To the Editor,
We, the members of the Bucknell on the Susquehanna (BotS) program, would like to address some inadequacies in the article run about our program on Sept. 17. While the piece explained the basic itinerary and description of our “domestic study-abroad” course, it neglected to reflect any of the views of students who are actually participating and unfairly represented the ultimate goal of this experiential learning opportunity.
Rather than defining it as a form of study abroad, it may be more accurate to call the program a semester-long series of field trips and exercises.
“It’s a once-in-a-lifetime opportunity to learn [about our area] hands-on, outside of the classroom,” Joanna Freeman ’12 said. Most mornings at about 9 a.m., the “BotSMobile” waits outside O’Leary to take us off to a wide variety of sites around the watershed of the Susquehanna River. So far already we have spent a week in the Chesapeake Bay area, toured quarries and a coal mine, observed the impacts of logging and mining on the watershed today and many more experiences.
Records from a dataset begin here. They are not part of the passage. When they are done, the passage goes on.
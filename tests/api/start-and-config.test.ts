import { describe, expect, it } from 'vitest'
import { spawn, spawnSync } from 'node:child_process'
import { mkdtempSync, rmSync, chmodSync } from 'node:fs'
import { join } from 'node:path'
import { tmpdir } from 'node:os'
import pg from 'pg'
import { loadConfig, ConfigError } from '../../server/config'
import { freePort } from '../../server/dev/cluster'

const tsx = ['--import', 'tsx']

describe('configuration is validated at start-up', () => {
  it('a PORT that is not a number stops loadConfig with a message naming PORT', () => {
    expect(() => loadConfig({ PORT: 'eighty', DATABASE_URL: 'postgres://u@127.0.0.1/db' })).toThrow(ConfigError)
    expect(() => loadConfig({ PORT: 'eighty', DATABASE_URL: 'postgres://u@127.0.0.1/db' })).toThrow(/PORT/)
  })
  it('production refuses a missing or development-default INBOUND_EMAIL_SECRET, naming the variable (issue 13, finding 6)', () => {
    const prod = { DATABASE_URL: 'postgres://u@127.0.0.1/db', NODE_ENV: 'production', SESSION_SECRET: 'a-production-session-secret-42' }
    expect(() => loadConfig(prod)).toThrow(/INBOUND_EMAIL_SECRET/)
    expect(() => loadConfig({ ...prod, INBOUND_EMAIL_SECRET: 'roomwright-development-inbound-secret' })).toThrow(/INBOUND_EMAIL_SECRET/)
    expect(() => loadConfig({ ...prod, INBOUND_EMAIL_SECRET: 'short' })).toThrow(/INBOUND_EMAIL_SECRET/)
    expect(loadConfig({ ...prod, INBOUND_EMAIL_SECRET: 'a-secret-of-our-own-9d2f' }).INBOUND_EMAIL_SECRET).toBe('a-secret-of-our-own-9d2f')
    expect(loadConfig({ DATABASE_URL: 'postgres://u@127.0.0.1/db' }).INBOUND_EMAIL_SECRET).toBe('roomwright-development-inbound-secret')
  })
  it('a DATABASE_URL that is not a postgres URL is refused', () => {
    expect(() => loadConfig({ DATABASE_URL: 'mysql://x@y/z' })).toThrow(/DATABASE_URL must be a postgres/)
  })
  it('the server process exits with code 2 and a clear message on a bad PORT', () => {
    const r = spawnSync(process.execPath, [...tsx, 'server/index.ts'], { env: { ...process.env, PORT: '70000' }, encoding: 'utf8', timeout: 100_000 })
    expect(r.status).toBe(2)
    expect(r.stderr).toMatch(/PORT: PORT must be between 0 and 65535/)
  }, 120_000)
  it('npm start refuses a bad PORT before provisioning anything', () => {
    const r = spawnSync(process.execPath, [...tsx, 'server/dev/start.ts', '--no-client'], { env: { ...process.env, DATABASE_URL: '', PORT: 'abc', RW_DATA_DIR: '/nonexistent/never-made' }, encoding: 'utf8', timeout: 100_000 })
    expect(r.status).toBe(2)
    expect(r.stderr).toMatch(/PORT/)
  }, 120_000)
})

/** Runs the start script until it prints its URL, then stops it with SIGINT (Ctrl-C). */
async function startOnce(env: NodeJS.ProcessEnv): Promise<{ output: string; code: number | string | null }> {
  const child = spawn(process.execPath, [...tsx, 'server/dev/start.ts', '--no-client'], { env, stdio: ['ignore', 'pipe', 'pipe'] })
  let output = ''
  child.stdout.on('data', (d) => (output += d))
  child.stderr.on('data', (d) => (output += d))
  await new Promise<void>((resolve, reject) => {
    const timer = setTimeout(() => reject(new Error(`start timed out:\n${output}`)), 120_000)
    child.stdout.on('data', () => {
      if (/Press Ctrl-C to stop/.test(output)) {
        clearTimeout(timer)
        resolve()
      }
    })
    child.on('exit', () => reject(new Error(`start exited early:\n${output}`)))
  })
  const code = await new Promise<number | string | null>((resolve) => {
    child.removeAllListeners('exit')
    child.on('exit', (c, signal) => resolve(c ?? signal))
    child.kill('SIGINT')
  })
  return { output, code }
}

describe('npm start provisions once and reuses its cluster and data', () => {
  it('a second start keeps the data, and Ctrl-C stops server and cluster cleanly', async () => {
    const dir = mkdtempSync(join(tmpdir(), 'roomwright-start-'))
    chmodSync(dir, 0o755)
    const pgPort = await freePort()
    const env = { ...process.env, DATABASE_URL: '', NODE_ENV: 'development', RW_DATA_DIR: dir, PGPORT_EMBEDDED: String(pgPort), PORT: String(await freePort()), SMTP_PORT: String(await freePort()), FAKE_SMTP: 'on' }
    delete (env as Record<string, string | undefined>).DATABASE_URL
    try {
      const first = await startOnce(env)
      expect(first.output).toMatch(/Creating a private PostgreSQL cluster/)
      expect(first.output).toMatch(/Seeded the demo scenario/)
      expect(first.output).toMatch(/listener@roomwright\.test/)
      expect(first.code, first.output).toBe(0)

      // Between the runs the cluster is down: nothing answers on its port.
      const probe = new pg.Client({ host: '127.0.0.1', port: pgPort, user: 'roomwright', database: 'roomwright', connectionTimeoutMillis: 1500 })
      await expect(probe.connect()).rejects.toThrow()

      const second = await startOnce(env)
      expect(second.output).not.toMatch(/Creating a private PostgreSQL cluster/)
      expect(second.output).not.toMatch(/Seeded the demo scenario/)
      expect(second.code, second.output).toBe(0)
    } finally {
      spawnSync('runuser', ['-u', 'postgres', '--', '/bin/true'])
      rmSync(dir, { recursive: true, force: true })
    }
  }, 300_000)
})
The program is designed to create an altogether unique experience of total immersion in the complex and diverse geographical feature that is the Susquehanna River watershed.
“After going abroad and comparing BotS to that experience, BotS is not a substitute for a study abroad,” Rebecca Coldwell ’11 said.
Returning from a study abroad in South Africa last semester, Coldwell described this fall’s program as “a completely different experience … a chance to learn about the land you spend four years on, how we affect it and learn to appreciate it.”
The BotS program also extends beyond local day trips.
“Every day is an adventure! We aren’t just focusing on the Susquehanna, but the entire watershed from Cooperstown, NY to Oyster, Va.,” Morgan Davis ’12 said. “We then travel to the west coast and compare both watersheds on a geologic, ecologic and political level. Awesome!”